You can encode input texts with more than one GPU (or with multiple processes on a CPU machine). It tends to help significantly with large datasets, but the overhead of starting multiple processes can be significant for smaller datasets. For an example, see: computing_embeddings_multi_gpu.py <https://github.com/huggingface/sentence-transformers/blob/main/examples/sentence_transformer/applications/computing-embeddings/computing_embeddings_multi_gpu.py>_.
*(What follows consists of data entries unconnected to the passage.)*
// badInputs is the catalogue of bad configurations that TestBadInputsEverywhere
// sends through config.Parse, memix check and memix run. Each differs from
// the defaults in one mistake (two keys where the mistake is a
// combination).
var badInputs = []badInput{
	// A quantity of the wrong dimension: a length in Pa*s and its kin.
	{name: "length in Pa*s", yaml: "grid: {box: 5 Pa*s}", key: "grid.box", err: config.ErrDimension, want: []string{"expected a length", "got a viscosity"}},
	{name: "interface in Pa*s*m", yaml: "lipids: {model: phase, interface: 20 Pa*s*m}", key: "lipids.interface", err: config.ErrDimension, want: []string{"expected a length"}},
	{name: "depth in mPa*s", yaml: "subphase: {lower: {kind: wall, depth: 1 mPa*s}}", key: "subphase.lower.depth", err: config.ErrDimension, want: []string{"expected a length"}},
	{name: "radius in kT", yaml: "inclusions: {radius: 5 kT}", key: "inclusions.radius", err: config.ErrDimension, want: []string{"got an energy"}},
	{name: "density per length", yaml: "inclusions: {density: 100 um^-1}", key: "inclusions.density", err: config.ErrDimension, want: []string{"m^-2"}},
	{name: "diffusivity in um/s", yaml: "lipids: {diffusion: 1 um/s}", key: "lipids.diffusion", err: config.ErrDimension, want: []string{"got a velocity"}},
	{name: "rotational diffusion in um^2/s", yaml: "inclusions: {rot_diffusion: 20 um^2/s}", key: "inclusions.rot_diffusion", err: config.ErrDimension, want: []string{"1/s"}},
	{name: "end time in metres", yaml: "time: {end: 10 m}", key: "time.end", err: config.ErrDimension, want: []string{"expected a time"}},
	{name: "speed as a length", yaml: "inclusions: {model: kinetic, speed: 1 um}", key: "inclusions.speed", err: config.ErrDimension, want: []string{"got a length"}},
	{name: "line tension as an energy", yaml: "lipids: {model: phase, line_tension: 1 pN*nm}", key: "lipids.line_tension", err: config.ErrDimension, want: []string{"got an energy"}},
	{name: "dipole as a force", yaml: "inclusions: {dipole: 10 pN}", key: "inclusions.dipole", err: config.ErrDimension, want: []string{"got a force"}},
	{name: "bulk viscosity for the membrane", yaml: "membrane: {viscosity: 1 mPa*s}", key: "membrane.viscosity", err: config.ErrDimension, want: []string{"expected a surface viscosity", "got a viscosity"}},

	// Dimensionless keys given units.
	{name: "alignment in nm", yaml: "inclusions: {alignment: 1 nm}", key: "inclusions.alignment", err: config.ErrDimension, want: []string{"got a length"}},
	{name: "Courant number in s", yaml: "time: {courant: 0.5 s}", key: "time.courant", err: config.ErrDimension, want: []string{"got a time"}},
	{name: "threshold in m", yaml: "output: {threshold: 0.1 m}", key: "output.threshold", err: config.ErrDimension, want: []string{"got a length"}},
	{name: "mean composition in kT", yaml: "initial: {mean: 0.2 kT}", key: "initial.mean", err: config.ErrDimension, want: []string{"got an energy"}},
	{name: "harmonics in s", yaml: "inclusions: {model: kinetic, harmonics: 8 s}", key: "inclusions.harmonics", err: config.ErrDimension, want: []string{"plain integer", "got a time"}},
	{name: "snapshot count in um", yaml: "output: {snapshots: 20 um}", key: "output.snapshots", err: config.ErrDimension, want: []string{"plain integer"}},

	// Text that is no value.
	{name: "unknown unit", yaml: "grid: {box: 5 furlong}", key: "grid.box", err: config.ErrUnit, want: []string{"furlong"}},
	{name: "words for a time", yaml: "time: {end: soon}", key: "time.end", err: config.ErrSyntax, want: []string{"soon"}},
	{name: "not a boolean", yaml: "lipids: {model: phase, backreaction: maybe}", key: "lipids.backreaction", err: config.ErrSyntax, want: []string{"true or false"}},
	{name: "key group given a word", yaml: "lipids: passive", key: "lipids", err: config.ErrSyntax, want: []string{"key group", "diffusion"}},

	// Out of range.
	{name: "alignment beyond 1", yaml: "inclusions: {alignment: 1.5}", key: "inclusions.alignment", err: config.ErrRange, want: []string{"[-1, 1]"}},
	{name: "Courant number 3", yaml: "time: {courant: 3}", key: "time.courant", err: config.ErrRange, want: []string{"(0, 2]"}},
	{name: "one harmonic", yaml: "inclusions: {model: kinetic, harmonics: 1}", key: "inclusions.harmonics", err: config.ErrRange, want: []string{"[2, 128]"}},
	{name: "threshold 1", yaml: "output: {threshold: 1}", key: "output.threshold", err: config.ErrRange, want: []string{"(0, 1)"}},
	{name: "mean composition -2", yaml: "initial: {mean: -2}", key: "initial.mean", err: config.ErrRange, want: []string{"[-1, 1]"}},
	{name: "zero lipid diffusivity", yaml: "lipids: {diffusion: 0 um^2/s}", key: "lipids.diffusion", err: config.ErrRange, want: []string{"> 0 m^2/s"}},
	{name: "negative dipole", yaml: "inclusions: {dipole: -5 kT}", key: "inclusions.dipole", err: config.ErrRange, want: []string{"≥ 0"}},
	{name: "negative end time", yaml: "time: {end: -1 s}", key: "time.end", err: config.ErrRange, want: []string{"> 0 s"}},
	{name: "odd grid", yaml: "grid: {n: 127}", key: "grid.n", err: config.ErrRange, want: []string{"even"}},

	// Words not in the list, with the nearest one suggested.
	{name: "misspelt inclusion model", yaml: "inclusions: {model: kinetics}", key: "inclusions.model", err: config.ErrRange, want: []string{"did you mean kinetic?"}},
	{name: "misspelt lipid model", yaml: "lipids: {model: phases}", key: "lipids.model", err: config.ErrRange, want: []string{"did you mean phase?"}},
	{name: "misspelt viscosity rule", yaml: "membrane: {viscosity_rule: loglinear}", key: "membrane.viscosity_rule", err: config.ErrRange, want: []string{"did you mean log-linear?"}},
	{name: "misspelt initial lipids", yaml: "initial: {lipids: stripe}", key: "initial.lipids", err: config.ErrRange, want: []string{"did you mean stripes?"}},

	// Unknown keys, with the closest known key.
	{name: "section misspelt", yaml: "inclusion: {model: moments}", key: "inclusion.model", err: config.ErrUnknownKey, want: []string{"did you mean inclusions.model?"}},
	{name: "key misspelt", yaml: "lipids: {difusion: 1 um^2/s}", key: "lipids.difusion", err: config.ErrUnknownKey, want: []string{"did you mean lipids.diffusion?"}},
	{name: "singular for plural", yaml: "output: {snapshot: 10}", key: "output.snapshot", err: config.ErrUnknownKey, want: []string{"did you mean output.snapshots?"}},
	{name: "key in another section", yaml: "time: {interface: 20 nm}", key: "time.interface", err: config.ErrUnknownKey, want: []string{"did you mean lipids.interface?"}},
	{name: "misspelt environment variable", env: map[string]string{"MEMIX_GRID_NN": "64"}, key: "MEMIX_GRID_NN", err: config.ErrUnknownKey, want: []string{"did you mean MEMIX_GRID_N?"}},
	{name: "bad environment value", env: map[string]string{"MEMIX_TIME_END": "10 kg"}, key: "time.end", err: config.ErrDimension, want: []string{"10 kg"}},

	// Physically inconsistent combinations.
	{name: "depth on a deep side", yaml: "subphase: {upper: {kind: deep, depth: 100 nm}}", key: "subphase.upper.depth", err: config.ErrConflict, want: []string{"100 nm", "kind deep"}},
	{name: "wall without depth", yaml: "subphase: {lower: {kind: wall}}", key: "subphase.lower.depth", err: config.ErrMissing, want: []string{"> 0 m"}},
	{name: "moments with self-propulsion", yaml: "inclusions: {model: moments, speed: 1 um/s}", key: "inclusions.speed", err: config.ErrConflict, want: []string{"1 um/s", "inclusions.model = kinetic"}},
	{name: "viscosity rule without lipids", yaml: "membrane: {viscosity_rule: log-linear}\nlipids: {model: none}", key: "membrane.viscosity_rule", err: config.ErrConflict, want: []string{"log-linear", "lipids.model"}},
	{name: "partition without lipids", yaml: "inclusions: {partition: 2}\nlipids: {model: none}", key: "inclusions.partition", err: config.ErrConflict, want: []string{"lipids.model"}},
	{name: "phase viscosity with the constant rule", yaml: "membrane: {viscosity_plus: 1e-8 Pa*s*m}", key: "membrane.viscosity_plus", err: config.ErrConflict, want: []string{"viscosity_rule"}},
	{name: "line-tension force without phases", yaml: "lipids: {model: passive, backreaction: true}", key: "lipids.backreaction", err: config.ErrConflict, want: []string{"phase"}},
	{name: "dt_min above dt_max", yaml: "time: {dt_min: 2 ms, dt_max: 1 ms}", key: "time.dt_min", err: config.ErrConflict, want: []string{"2 ms", "time.dt_max"}},
	{name: "dt_max above the end", yaml: "time: {end: 1 ms, dt_max: 2 ms}", key: "time.dt_max", err: config.ErrConflict, want: []string{"time.end"}},
	{name: "file lipids without a file", yaml: "initial: {lipids: file}", key: "initial.file", err: config.ErrMissing, want: []string{"initial.lipids = file"}},
	{name: "a file the initial state ignores", yaml: "initial: {lipids: stripes, file: old/snapshots.h5}", key: "initial.file", err: config.ErrConflict, want: []string{"old/snapshots.h5", "initial.lipids = file"}},
	{name: "uniform start of a phase separation", yaml: "lipids: {model: phase, interface: 100 nm}\ninitial: {lipids: uniform}\ngrid: {n: 256}", key: "initial.lipids", err: config.ErrConflict, want: []string{"uniform", "random"}},
	{name: "box smaller than the interface", yaml: "lipids: {model: phase, interface: 2 um}\ngrid: {box: 5 um}", key: "lipids.interface", err: config.ErrConflict, want: []string{"does not fit"}},

	// Valid for other commands, refused by memix run.
	{name: "grid does not resolve the interface", yaml: "inclusions: {model: none}\nlipids: {model: phase, interface: 20 nm}\ninitial: {lipids: random}\ngrid: {n: 128, box: 5 um}", key: "lipids.interface", err: config.ErrResolution, want: []string{"20 nm", "points across the interface", "354×354"}, runOnly: true},
	{name: "grid does not resolve the fastest mode", yaml: "grid: {n: 16, box: 5 um}\ninclusions: {dipole: 10 kT, density: 50 um^-2, rot_diffusion: 20 /s}", key: "grid.n", err: config.ErrResolution, want: []string{"\"16\"", "fastest-growing wavelength 1.147 µm", "18×18"}, runOnly: true},
	{name: "grid does not resolve the spinodal wavelength", yaml: "inclusions: {model: none}\nlipids: {model: phase, interface: 100 nm}\ninitial: {lipids: random}\ngrid: {nx: 64, ny: 256, box: 20 um}", key: "grid.nx", err: config.ErrResolution, want: []string{"\"64\"", "spinodal"}, runOnly: true},
	{name: "nothing to simulate", yaml: "inclusions: {model: none}\nlipids: {model: none}", key: "inclusions.model", err: config.ErrConflict, want: []string{"nothing to simulate"}, runOnly: true},
	{name: "no drag to derive a diffusivity from", yaml: "subphase: {upper: {kind: none}, lower: {kind: none}}", key: "inclusions.trans_diffusion", err: config.ErrMissing, want: []string{"Stokes paradox", "give it explicitly"}, runOnly: true},
}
You can use :meth:SentenceTransformer.encode() <sentence_transformers.sentence_transformer.model.SentenceTransformer.encode> (or :meth:SentenceTransformer.encode_query() <sentence_transformers.sentence_transformer.model.SentenceTransformer.encode_query> or :meth:SentenceTransformer.encode_document() <sentence_transformers.sentence_transformer.model.SentenceTransformer.encode_document>) with either:

The device parameter, which can be set to e.g. "cuda:0" or "cpu" for single-process computations, but also a list of devices for multi-process or multi-gpu computations, e.g. ["cuda:0", "cuda:1"] or ["cpu", "cpu", "cpu", "cpu"]::

  from sentence_transformers import SentenceTransformer

  def main():
      model = SentenceTransformer("sentence-transformers/all-MiniLM-L6-v2")
      # Encode with multiple GPUs
      embeddings = model.encode(
          inputs,
          device=["cuda:0", "cuda:1"]  # or ["cpu", "cpu", "cpu", "cpu"]
      )

  if __name__ == "__main__":
      main()

The pool parameter can be provided, after calling :meth:SentenceTransformer.start_multi_process_pool() <sentence_transformers.sentence_transformer.model.SentenceTransformer.start_multi_process_pool> with a list of devices, e.g. ["cuda:0", "cuda:1"] or ["cpu", "cpu", "cpu", "cpu"]. The benefit of this is that the pool can be reused for multiple calls to :meth:SentenceTransformer.encode() <sentence_transformers.sentence_transformer.model.SentenceTransformer.encode>, which is considerably more efficient than starting a new pool for each call::
```
  from sentence_transformers import SentenceTransformer

  def main():
      model = SentenceTransformer("sentence-transformers/all-MiniLM-L6-v2")
      # Start a multi-process pool with multiple GPUs
      pool = model.start_multi_process_pool(target_devices=["cuda:0", "cuda:1"])
      # Encode with multiple GPUs
      embeddings = model.encode(inputs, pool=pool)
      # Don't forget to stop the pool after usage
      model.stop_multi_process_pool(pool)
  
  if __name__ == "__main__":
      main()
```

Additionally, you can use the chunk_size parameter to control the size of the chunks sent to each process. This differs from the batch_size parameter. For example, with a chunk_size=1000 and a batch_size=32, the input texts will be split into chunks of 1000 texts, and each chunk will be sent to a process and embedded in batches of 32 texts at a time. This can help with memory management and performance, especially for large datasets.